I just had gay sex. What should I do?

Last updated on August 24, 2020

Question:

I want to ask you a question, I am gay so what should I do? I’ve tried my level best to avoid boys, but whenever I see a hot boy I just want to kiss him. Yesterday a boy kissed me on the lips and we had some sexual activity like touching each other, kissing, and licking. Then today we had gay sex. I am only 13. What should I do now?

Answer:

What we ought to do is sit down and have a long talk, heart to heart. My door is open, but I know it can be hard to find your way here.

I’m going to be blunt. I may hurt your feelings, but you need to hear this. However, before I start I want you to know that I would come down just as hard on a thirteen-year-old boy who was having sex with a girl.

What you are doing is sinful, and I think the saddest part is that you know it. I doubt you would be writing to me if you thought otherwise. “Do you not know that the unrighteous will not inherit the kingdom of God? Do not be deceived. Neither fornicators, nor idolaters, nor adulterers, nor homosexuals, nor sodomites, nor thieves, nor covetous, nor drunkards, nor revilers, nor extortioners will inherit the kingdom of God” (I Corinthians 6:9-10). Sex outside of marriage is wrong, whether it is with a girl (fornication), a married woman (adultery), or with a boy (homosexual).
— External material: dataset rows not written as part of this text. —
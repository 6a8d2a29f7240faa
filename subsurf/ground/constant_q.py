"""Band-limited constant-Q description of radar attenuation: Q*, and its relation to ε(f).

Turner & Siggins (1994) observed that over the band of a radar pulse the attenuation of
many geological materials is close to linear in frequency, α(f) ≈ α₀ + π f/(Q* v), and
named Q* the parameter of the slope.  Bradford (2007) derived Q* of any permittivity
model from the first-order Taylor expansion of α(f):

    1/Q*(f) = (v/π) · dα/df.

This module gives Q* of a model (:func:`q_star`), the attenuation of a given Q*
(:func:`attenuation_from_q_star`), the exact dielectric Q of Kjartansson's constant-Q
permittivity that has a requested Q* (:func:`q_from_q_star`), and the ground described by
attenuations measured at two frequencies (:func:`loss_from_two_attenuations`).

References
----------
Turner, G., & Siggins, A. F. (1994). Constant Q attenuation of subsurface radar pulses.
Geophysics, 59(8), 1192–1200. doi:10.1190/1.1443677
Bradford, J. H. (2007). Frequency-dependent attenuation analysis of ground-penetrating
radar data. Geophysics, 72(3), J7–J16. doi:10.1190/1.2710183
Kjartansson, E. (1979). Constant Q-wave propagation and attenuation. J. Geophys. Res.,
84(B9), 4737–4748. doi:10.1029/JB084iB09p04737
"""

from __future__ import annotations

from dataclasses import dataclass

import numpy as np
from scipy import constants, optimize

from ..errors import InputError, check_nonnegative, check_positive
from .relaxation import JONSCHER_REFERENCE_FREQ_HZ, constant_q_permittivity

__all__ = [
    "q_star",
    "attenuation_from_q_star",
    "q_from_q_star",
    "q_star_from_q",
    "TwoFrequencyLoss",
    "loss_from_two_attenuations",
]


def _out(x):
    return x[()] if isinstance(x, np.ndarray) and x.ndim == 0 else x


def _alpha_beta(eps, sigma, freq):
    from ..waves.propagation import _alpha_beta as ab

    eps = np.asarray(eps, dtype=complex)
    return ab(eps.real, -eps.imag, sigma, 2.0 * np.pi * np.asarray(freq, dtype=float))


def q_star(permittivity, sigma, freq_hz, *, rel_step=1e-3):
    """Band-limited Q* of a ground at ``freq_hz`` from the slope of its attenuation (Bradford 2007).

    Parameters
    ----------
    permittivity : callable
        ``permittivity(freq_hz) -> complex ε`` (ε' − jε''), broadcasting over arrays.
    sigma : float or array_like
        DC conductivity in S/m, >= 0 (added to ωε₀ε'').
    freq_hz : float or array_like
        Frequency in Hz, > 0.
    rel_step : float
        Relative step of the central difference of α(f).

    Returns
    -------
    float or ndarray
        Q* = π/(v dα/df) with v = ω/β at ``freq_hz``; ``inf`` where α does not rise
        with frequency (dα/df <= 0).

    Notes
    -----
    Bradford's (2007) first-order expansion α(f) ≈ α(f₀) + (f − f₀) dα/df, written as
    α₀ + π f/(Q* v) (Turner & Siggins 1994).  The derivative is a central difference
    of the exact α of γ² = jωμ₀(σ + jωε₀ε).
    """
    f = check_positive("freq_hz", freq_hz, unit="Hz")
    s = check_nonnegative("sigma", sigma, unit="S/m")
    h = rel_step * f
    a_hi, _ = _alpha_beta(permittivity(f + h), s, f + h)
    a_lo, _ = _alpha_beta(permittivity(f - h), s, f - h)
    _, beta = _alpha_beta(permittivity(f), s, f)
    slope = (a_hi - a_lo) / (2.0 * h)
    v = 2.0 * np.pi * f / beta
    with np.errstate(divide="ignore"):
        out = np.where(slope > 0, np.pi / (v * np.where(slope > 0, slope, 1.0)), np.inf)
    return _out(out)


def attenuation_from_q_star(freq_hz, q_star_value, velocity, *, alpha0=0.0):
    """Attenuation α(f) = α₀ + π f/(Q* v) in Np/m (Turner & Siggins 1994).

    Parameters
    ----------
    freq_hz : float or array_like
        Frequency in Hz, > 0.
    q_star_value : float or array_like
        Q*, > 0.
    velocity : float or array_like
        Phase velocity in m/s, > 0.
    alpha0 : float or array_like
        Intercept in Np/m, >= 0.

    Returns
    -------
    float or ndarray
        α in Np/m, broadcast over the inputs.
    """
    f = check_positive("freq_hz", freq_hz, unit="Hz")
    q = check_positive("q_star", q_star_value)
    v = check_positive("velocity", velocity, unit="m/s")
    a0 = check_nonnegative("alpha0", alpha0, unit="Np/m")
    return _out(a0 + np.pi * f / (q * v))


def q_star_from_q(q):
    """Q* of Kjartansson's constant-Q permittivity of dielectric Q: 1/Q* = 2(1 − γ)·tan(πγ/2), γ = arctan(1/Q)/π.

    Notes
    -----
    ε = |ε|e^(−jπγ) with |ε| ∝ f^(−2γ) gives α = ω√(μ₀ε₀|ε|)·sin(πγ/2) ∝ f^(1−γ)
    and β = ω√(μ₀ε₀|ε|)·cos(πγ/2); then (v/π)dα/df = 2(1 − γ)tan(πγ/2), with no
    conduction.  For large Q, Q* → Q.
    """
    qq = check_positive("q", q)
    g = np.arctan(1.0 / qq) / np.pi
    return _out(1.0 / (2.0 * (1.0 - g) * np.tan(0.5 * np.pi * g)))


def q_from_q_star(q_star_value):
    """Dielectric Q = ε'/ε'' of the constant-Q permittivity whose Q* (no conduction) is ``q_star_value``.

    Inverts :func:`q_star_from_q`, which increases monotonically from 0 to 1 as γ goes
    from 0 to 1/2, by bracketing root finding (scipy brentq); so Q* must be > 1 (no
    passive constant-Q permittivity is lossier).
    """
    qs = check_positive("q_star", q_star_value)
    if np.any(qs <= 1.0):
        raise InputError(f"q_star must be > 1 (no constant-Q ground is lossier), got "
                         f"{qs[qs <= 1.0].ravel()[0]:.6g}")

    def one(target):
        fn = lambda g: 2.0 * (1.0 - g) * np.tan(0.5 * np.pi * g) - 1.0 / target  # noqa: E731
        g = optimize.brentq(fn, 1e-15, 0.5 - 1e-12, xtol=1e-15, rtol=1e-14)
        return 1.0 / np.tan(np.pi * g)

    out = np.vectorize(one, otypes=[float])(qs)
    return _out(out)


#: Largest relative misfit of the two attenuations accepted (α of a constant-Q ε grows as
#: f^(1−γ), slightly slower than the straight line, so a line through 0 is met only closely).
_FIT_TOLERANCE = 0.02


@dataclass(frozen=True)
class TwoFrequencyLoss:
    """Ground loss fitted to attenuations at two frequencies: DC σ and dielectric Q of a constant-Q ε."""

    sigma: float
    q: float
    q_star: float
    reference_freq_hz: float

    def permittivity(self, eps_ref, freq_hz):
        """ε(f) of the fitted ground for ε' = ``eps_ref`` at the reference frequency."""
        if not np.isfinite(self.q):
            return np.full(np.shape(freq_hz), complex(eps_ref))
        return constant_q_permittivity(freq_hz, eps_ref, self.q, reference_freq_hz=self.reference_freq_hz)


def loss_from_two_attenuations(eps_ref, freq1_hz, alpha1, freq2_hz, alpha2, *,
                               reference_freq_hz=JONSCHER_REFERENCE_FREQ_HZ) -> TwoFrequencyLoss:
    """DC conductivity and constant-Q dielectric loss reproducing two measured attenuations.

    Parameters
    ----------
    eps_ref : float
        Real relative permittivity at ``reference_freq_hz``, >= 1.
    freq1_hz, freq2_hz : float
        The two frequencies in Hz, > 0 and different.
    alpha1, alpha2 : float
        Measured one-way attenuations in Np/m, >= 0.
    reference_freq_hz : float
        Reference frequency of ``eps_ref`` (default 100 MHz).

    Returns
    -------
    TwoFrequencyLoss
        σ (S/m) and Q such that ε(f) = constant-Q(ε_ref, Q) with σ gives α(f1) = alpha1
        and α(f2) = alpha2 (exactly where possible, else within 2 %: a constant-Q α grows
        slightly slower than linearly); its Q* at the geometric mean frequency.

    Raises
    ------
    InputError
        When the straight line through the two points has a negative slope (loss
        falling with frequency: a negative dielectric loss) or a negative intercept
        at 0 Hz (a negative conduction loss).

    Notes
    -----
    The linear law α = α₀ + π f/(Q* v) of Turner & Siggins (1994) decides what is
    admissible; the exact fit then solves the two equations of the full γ for (σ, 1/Q)
    by bounded least squares (scipy), starting from σ = 2α₀√ε'/Z₀ and Q = Q*.
    """
    e = float(check_positive("eps_ref", eps_ref))
    f1, f2 = float(check_positive("freq1_hz", freq1_hz)), float(check_positive("freq2_hz", freq2_hz))
    a1, a2 = float(check_nonnegative("alpha1", alpha1)), float(check_nonnegative("alpha2", alpha2))
    if f1 == f2:
        raise InputError("the two attenuation frequencies must differ")
    if f2 < f1:
        f1, a1, f2, a2 = f2, a2, f1, a1
    slope = (a2 - a1) / (f2 - f1)
    a0 = a1 - slope * f1
    db = 20.0 / np.log(10.0)
    if slope < 0:
        raise InputError(f"attenuation {a1 * db:.4g} dB/m at {f1 / 1e6:g} MHz and {a2 * db:.4g} dB/m at "
                         f"{f2 / 1e6:g} MHz falls with frequency, which implies a negative dielectric loss; "
                         "allowed: attenuation at the higher frequency >= that at the lower")
    if a0 < -1e-12 * max(a1, a2, 1e-300):
        raise InputError(f"attenuation {a1 * db:.4g} dB/m at {f1 / 1e6:g} MHz and {a2 * db:.4g} dB/m at "
                         f"{f2 / 1e6:g} MHz extrapolates to {a0 * db:.4g} dB/m at 0 Hz, a negative conduction "
                         "loss; allowed: a line through the two with intercept >= 0 (the higher attenuation at "
                         f"most {f2 / f1:.4g}x the lower)")
    z0 = constants.physical_constants["characteristic impedance of vacuum"][0]
    sigma0 = max(a0, 0.0) * 2.0 * np.sqrt(e) / z0
    v = constants.c / np.sqrt(e)
    qinv0 = slope * v / np.pi
    if slope == 0:
        return TwoFrequencyLoss(sigma=float(sigma0), q=np.inf, q_star=np.inf, reference_freq_hz=reference_freq_hz)
    scale = np.array([max(a1, a2), max(a1, a2)])

    def resid(p):
        s, qi = p
        q = 1.0 / qi if qi > 0 else np.inf
        eps = (constant_q_permittivity(np.array([f1, f2]), e, q, reference_freq_hz=reference_freq_hz)
               if np.isfinite(q) else np.array([e, e], dtype=complex))
        a, _ = _alpha_beta(eps, s, np.array([f1, f2]))
        return (a - np.array([a1, a2])) / scale

    sol = optimize.least_squares(resid, x0=[sigma0, max(qinv0, 1e-9)], bounds=([0.0, 0.0], [np.inf, 2.0]),
                                 xtol=1e-14, ftol=1e-14, gtol=1e-14)
    s, qi = sol.x
    s = 0.0 if s < 1e-9 else s  # round-off of the bounded solver at the σ = 0 bound
    q = 1.0 / qi if qi > 0 else np.inf
    if np.max(np.abs(sol.fun)) > _FIT_TOLERANCE:
        raise InputError(f"no passive ground of ε'={e:g} has attenuations {a1 * db:.4g} dB/m at {f1 / 1e6:g} MHz "
                         f"and {a2 * db:.4g} dB/m at {f2 / 1e6:g} MHz (closest misfit "
                         f"{np.max(np.abs(sol.fun)) * 100:.2g} %)")
    fm = np.sqrt(f1 * f2)
    qs = float(q_star(lambda f: (constant_q_permittivity(f, e, q, reference_freq_hz=reference_freq_hz)
                                 if np.isfinite(q) else np.full(np.shape(f), complex(e))), s, fm))
    return TwoFrequencyLoss(sigma=float(s), q=float(q), q_star=qs, reference_freq_hz=reference_freq_hz)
Just because you can ejaculate, it doesn’t mean you are ready for the problems that come with unrestrained sex. You didn’t mention how old the other boy was or how “experienced” he was, but you’ve exposed yourself to numerous problems.

There are physical problems with disease. Skin-to-skin contact of the genitals is a quick way to spread a wide variety of diseases. Even if this was your first encounter, it might not have been for the other boy. You’ve exposed yourself to all the possible diseases of the people with whom the other boy has had sex.

There are emotional problems as well. When you have sex with someone, you tie yourself emotionally to that person. Yet your sexual encounter is casual, as homosexual sex is typically. It is going to fall apart. You and he are going to get hurt. But worse, it will scar you emotionally so that it will be harder to make lasting relationships with other people. There is a strong reason why homosexuals have greater incidences of depression and suicide than any other group. The core of these problems is sex without commitment.

There are also spiritual problems. You are willing to do something that you know is wrong simply because you get a few moments of pleasure from it. Such an attitude will impact many other facets of your life. It is hard to put trust in someone who puts pleasure before commitment.

The mistake that you made is assuming that sexual desire was a license to sin. At your age, I’m not surprised that you find boys “hot.” When sexual ability first starts, the brain is wide open to anything that is even remotely sexual. You probably would have found a girl equally as “hot” if she came on to you in the same way. But it doesn’t excuse sin. At this point in your life, you need to learn how to control your emotions, your actions, and your sexual desires. Instead, you did whatever you felt without thought to the consequences.

This is not to say that I think your case is a hopeless one. I doubt I would be writing if I did have hope that you’ll change. But the choice has to be your own. I can’t make it for you. I can point you to the path of life which will bring you great happiness in the future, but I can’t walk it for you.

Question:

OK. Well, I meant that I really feel the need to have sexual contact with my boyfriend. I get this urgent feeling inside me. And we didn’t have that kind of sex, like a penis in the butt. Instead, we had some sexual activity, kissing, licking, and smelling, and stuff like that. Now you can try to help me. 🙁

Answer:

Nothing that I stated changes. I didn’t assume you had anal sex. What you are describing is oral sex. But it is still sex. It still can spread diseases, it still involves you emotionally (notice you call him your boyfriend), it is still sinful.

Yes, you have sexual feelings. You are thirteen and your reproductive system has been activated. But what you don’t understand is that anyone can trigger those feelings at this point because of the way the body is designed: girl, boy, young, old, it doesn’t make a difference to your body. What is sad is that you decided to focus your sexual thoughts on boys — there is nothing that makes it this way, that is simply your choice, and you can choose otherwise just as easily.

But at this time in your life, you need to be learning to control your body, not giving in to every urge. “But I discipline my body and bring it into subjection, lest, when I have preached to others, I myself should become disqualified” (I Corinthians 9:27). You are living without self-discipline and that will harm you in the long run.

You ask for help, so I must assume you understand that what you are doing is wrong. Yet, I almost get the impression that you are not really interested in living righteously. You have to make up your mind if you want to have joy in this life and the next, or just moments of physical pleasure and a shortened life with depression and misery. I can only point you in a way that is proven to lead to a better life. You have to decide if you want to walk that path.